Parenting by the Books: ‘Little Women’
The horrors of marriage and sleep training.
There is probably no more important text about early parenthood than the chapter in Little Women titled “On the Shelf.” It’s up there with the best of creative representations of mothers and babies, such as Rosemary’s Baby or The Babadook. Because, oh, yes, “On the Shelf” is its own little horror flick. The Dovecote — as Laurie has christened Meg and John Brooke’s tiny marital home — is a claustrophobic nightmare out of Poe, the babies Demi and Daisy cherubic tiny cannibals, Meg a new mother at her wit’s end, and John Brooke The Husband-Father whose out-of-touchness sends chills down my spine.
Perhaps you don’t remember this chapter’s gothic horror. “On the Shelf” is the last chapter devoted exclusively to Meg’s storyline (Demi and Daisy get their own later, and Meg pops up here and there, but this is Meg’s swan song) and it is about two things: sleep training and maternal libido. What’s the problem? Meg isn’t paying attention to her husband, not at 3-months post-twins-partum, not at six months, and not even now, at a year. John has taken to spending his evenings at “Mrs. Scott’s” (!!!) where “the parlor was always bright and attractive, the chess-board ready, the piano in tune, plenty of gay gossip, and a nice little supper set forth in tempting style,” rather than at his own home where Meg is always hushing him, his sleep is “broken by infant wails and visions of a phantom figure pacing noiselessly to and fro” — the “captive mamma” in “the sacred precincts of Babydom.”
Marmee is called in for advice. “You have only made the mistake that most young wives make — forgotten your duty to your husband in your love for your children. A very natural and forgivable mistake, Meg, but one that had better be remedied before you take to different ways.” The problem with Marmee, always, is that she is right, but like only right within the truly fucked up scales of patriarchy. She’s a diagnostic genius, always on the lookout for symptoms in her daughters of the opportunistic infections that the seemingly uncurable systemic disease of patriarchy leaves them vulnerable to: excessive focus on their children, the anger that courses through them, their tendency to selfishly grab for some small pleasure like rats with cheese. I mostly hate what Marmee says, but truly what use is it to hate the Marmee and not the game?
After their conversation, Meg decides to try a little harder at home. She puts on a nice dress, puts the children to bed, supplies her own parlor with a tidy and satisfactory supper and holds up her end of the boring political conversations John wants to have. Yet her efforts are stymied by Demi, the ends of his long nightgown hitched up over one of his arms, who keeps appearing in the parlor begging for a little sugar (yep).

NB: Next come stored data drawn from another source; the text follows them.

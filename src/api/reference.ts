import type { BoilerKinds } from '../../shared/api/property.ts';
import { api } from './client.ts';

export const listBoilerKinds = (signal?: AbortSignal) =>
  api.get<BoilerKinds>('/api/reference/boiler-kinds', { signal });
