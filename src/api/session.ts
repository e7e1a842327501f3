import type { SessionAnswer, SignIn, TokenList, TokenMade } from '../../shared/api/session.ts';
import { api } from './client.ts';

export const readSession = () => api.get<SessionAnswer>('/api/session', { quiet: true });
export const signIn = (body: SignIn) => api.post<SessionAnswer>('/api/session', body, { quiet: true });
export const signOut = () => api.delete('/api/session', { quiet: true });
export const listTokens = (signal?: AbortSignal) => api.get<TokenList>('/api/tokens', { signal });
export const makeToken = (name: string) => api.post<TokenMade>('/api/tokens', { name });
export const revokeToken = (id: string) => api.delete(`/api/tokens/${encodeURIComponent(id)}`);
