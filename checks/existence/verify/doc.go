// Package verify accepts or refuses the certificates of the existence engine.
// It is small, shares no code with the engine, and computes with exact
// rationals where a claim is algebraic.
package verify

Meg cannot solve this problem. She cannot solve the libidinal love her children feel for her, she cannot solve the fact that she is exhausted because children are fundamentally exhausting, and she cannot solve the fact that her children’s touch satisfies her. She cannot solve this, because, on some level — and this doesn’t have to be an aspirational level, or any kind of good, positive, or mentally healthy level — on some level she is not actually experiencing a problem, she is experiencing John’s experience of a problem.
So John swoops in and solves his own damn problem, only he solves it by making it seem like he’s solving her problem. John blinks into the waking nightmare of caring for babies and declares, “We shall never know any peace till that child learns to go to bed properly. You have made a slave of yourself long enough; give him one lesson and then there will be an end of it.” He puts the child to sleep — an exhausting task, to be sure, more exhausting “than his whole day’s work,” but a completed task nonetheless. He returns to the parlor, where he and Meg engage in some conversational flirtation — she agrees to talk politics with him, he tries to talk millinery with her — and then basically get it on. The chapter ends by declaring that Meg and John have found the key to household happiness: young wives and mothers consenting to being laid “on the shelf” of “real home-love and mutual helpfulness.” Like an old blanket, folded away.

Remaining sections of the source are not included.